Chapter 10 — Key Takeaways

The big idea

Set operations stack query results by row (vs. joins, which widen by column) — the SQL form of Chapter 4's set algebra. They're the cleanest way to say "this plus that," "in both," and "in one but not the other."

The operators

Operator Algebra Returns Dedup?
UNION rows in either query yes
UNION ALL ∪ (bag) rows in either, duplicates kept no (faster)
INTERSECT rows in both yes (ALL keeps mult.)
EXCEPT rows in first not second yes (ALL keeps mult.)

Union compatibility

  • Same number of columns, same order, compatible types.
  • Output column names come from the first query.

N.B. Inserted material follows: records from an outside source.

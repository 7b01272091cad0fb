import { randomBytes, randomUUID } from "node:crypto";
import { existsSync, readFileSync, writeFileSync } from "node:fs";
import { join } from "node:path";
import pg from "pg";
import { dayIn, now, shiftDay } from "../../server/clock.ts";
import type { Pools } from "../../server/db/pools.ts";
import { hashPassword, verifyPassword } from "../../server/features/session/password.ts";
import type { KeyRing } from "../../server/identity/keys.ts";
import type { Role } from "../../shared/roles.ts";
import { generateOutbreak } from "./generator/generate-outbreak.ts";
import { loadOutbreak } from "./load-outbreak.ts";
import { openInvented, STORY_COUNTRY, STORY_SETTINGS, STORY_ZONE } from "./open-invented.ts";

const SEED = 18;
const ROLE_ACCOUNTS: Record<Role, string> = {
  tracer: "Demo tracer",
  supervisor: "Demo supervisor",
  epidemiologist: "Demo epidemiologist",
  officer: "Demo data officer",
};
/** Colleagues who are assigned work in the story; nobody can sign in as them. */
const COLLEAGUES = ["Second tracer", "Third tracer"];

const emailOf = (name: string) => `${name}@strandline.example`;

interface DemoOptions {
  databaseUrl: string;
  dataDir: string;
  pools: Pools;
  keys: KeyRing;
  /** Password of the demo accounts; one is made and kept in the data folder when not given. */
  password: string | undefined;
}

function passwordFile(dataDir: string): string {
  return join(dataDir, "demo-password");
}

/** The demo password: the one given, else the one made at the first start. */
function demoPassword(dataDir: string, given: string | undefined): string {
  if (given) return given;
  const file = passwordFile(dataDir);
  if (existsSync(file)) return readFileSync(file, "utf8").trim();
  const made = randomBytes(12).toString("base64url");
  writeFileSync(file, `${made}\n`, { mode: 0o600 });
  return made;
}

/** Lines that name the demo accounts at start. */
export function demoNotice(dataDir: string, given: string | undefined): string {
  const password = given ? "the one in STRANDLINE_DEMO_PASSWORD" : demoPassword(dataDir, given);
  const accounts = Object.keys(ROLE_ACCOUNTS).map((role) => `  ${emailOf(role)}`);
  return `Demo accounts (invented data, this machine only):\n${accounts.join("\n")}\n  password: ${password}\n`;
}

/** The last day of the story: today when the working day has begun, else yesterday evening. */
function storyEnd(): { lastDay: string; lastMinute: number } {
  const instant = now();
  const minute = instant.getUTCHours() * 60 + instant.getUTCMinutes();
  const today = dayIn(STORY_ZONE, instant);
  return minute < 9 * 60
    ? { lastDay: shiftDay(today, -1), lastMinute: 18 * 60 }
    : { lastDay: today, lastMinute: Math.min(minute, 18 * 60) };
}

/** Makes the password named at this start the one that signs in, if it is not already. */
async function takeOverPassword(pools: Pools, password: string): Promise<void> {
  const emails = Object.keys(ROLE_ACCOUNTS).map(emailOf);
  const found = await pools.auth.query<{ password_hash: string }>(
    "select password_hash from auth.account where demo and email = any ($1)",
    [emails],
  );
  const stored = found.rows[0]?.password_hash;
  if (!stored || (await verifyPassword(stored, password))) return;
  await pools.auth.query(
    "update auth.account set password_hash = $1, epoch = epoch + 1 where demo and email = any ($2)",
    [await hashPassword(password), emails],
  );
}

/**
 * Makes the demo once: four accounts, two colleagues, and the invented investigation with its
 * outbreak. At later starts only a changed password is taken over.
 */
export async function makeDemo(options: DemoOptions): Promise<void> {
  const { pools, keys, databaseUrl } = options;
  const password = demoPassword(options.dataDir, options.password);
  const known = await pools.auth.query("select value from auth.meta where key = 'demo'");
  if (known.rowCount) {
    await takeOverPassword(pools, password);
    return;
  }
  const hash = await hashPassword(password);
  const locked = await hashPassword(randomBytes(32).toString("base64"));
  const client = new pg.Client({ connectionString: databaseUrl });
  client.on("error", () => {});
  await client.connect();
  try {
    await client.query("begin");
    const accounts = new Map<Role, string>();
    const tracers = new Map<string, string>();
    const addAccount = async (email: string, name: string, passwordHash: string) => {
      const id = randomUUID();
      await client.query(
        "insert into auth.account (id, email, display_name, password_hash, demo) values ($1, $2, $3, $4, true)",
        [id, email, name, passwordHash],
      );
      return id;
    };
    for (const [role, name] of Object.entries(ROLE_ACCOUNTS) as [Role, string][]) {
      accounts.set(role, await addAccount(emailOf(role), name, hash));
    }
    tracers.set("first", accounts.get("tracer") as string);
    for (const [index, name] of COLLEAGUES.entries()) {
      tracers.set(name, await addAccount(emailOf(`tracer${index + 2}`), name, locked));
    }
    const { lastDay, lastMinute } = storyEnd();
    const outbreak = generateOutbreak({
      seed: SEED,
      lastDay,
      lastMinute,
      tracers: [...tracers.keys()],
      ...STORY_SETTINGS,
    });
    const roles: [string, Role][] = [...accounts].map(([role, account]) => [account, role]);
    for (const name of COLLEAGUES) roles.push([tracers.get(name) as string, "tracer"]);
    const opened = await openInvented(client, keys, {
      name: `${outbreak.story.place}: ${outbreak.story.illness}`,
      populationAtRisk: outbreak.story.populationAtRisk,
      openedBy: accounts.get("supervisor") ?? null,
      members: roles.map(([accountId, role]) => ({ accountId, role })),
    });
    await loadOutbreak(
      {
        client,
        keys: opened.keys,
        investigationId: opened.id,
        accounts: tracers,
        country: STORY_COUNTRY,
      },
      outbreak,
    );
    await client.query("insert into auth.meta (key, value) values ('demo', $1)", [opened.id]);
    await client.query("commit");
    await client.query("analyze");
  } catch (error) {
    await client.query("rollback").catch(() => {});
    throw error;
  } finally {
    await client.end();
  }
}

The crucial choice: UNION vs UNION ALL

  • UNION removes duplicate rows; UNION ALL keeps them.
  • Default to UNION ALL — it's faster (no dedup) and avoids silently merging distinct-but-identical rows. Use UNION only when you truly want duplicate removal. (Case Study 1: a UNION ate real settlements.)
  • Carry an id / source tag when combining sources, so rows are distinguishable and traceable.

INTERSECT & EXCEPT

  • INTERSECT = "in both" (great for membership checks over ids).
  • EXCEPT = set-difference anti-join ("products never ordered," "orders that didn't migrate").
  • Both compare whole rows → selecting all key columns catches value-level differences (Case Study 2: reconciliation).
  • For differences/intersections that need extra columns or conditions, prefer NOT EXISTS/EXISTS (Ch. 9) — more flexible than EXCEPT/INTERSECT.

Mechanics

  • One ORDER BY at the very end sorts the combined result.
  • INTERSECT binds tighter than UNION/EXCEPTparenthesize mixed operators.

Power use: reconciliation

Two EXCEPTs (A−B and B−A) + an INTERSECT count = a provable comparison of two data sets (migrations, audits, dedup checks). Empty EXCEPTs = faithful copy.

You can now…

  • ☐ Combine results with UNION/UNION ALL, INTERSECT, EXCEPT.
  • ☐ Satisfy union compatibility.
  • ☐ Choose UNION vs UNION ALL deliberately.
  • ☐ Use EXCEPT/INTERSECT for differences, membership, and reconciliation.
  • ☐ Order and parenthesize combined queries correctly.

Looking ahead

Chapter 11 — CTEs & Recursive Queries. The WITH clause names the derived tables you've been nesting (readable, reusable), and recursive CTEs traverse hierarchies — Mercado's category tree and employee org chart.

One sentence to carry forward: Default to UNION ALL, reach for EXCEPT/INTERSECT to make set questions read like English, and remember two EXCEPTs reconcile any two data sets exhaustively.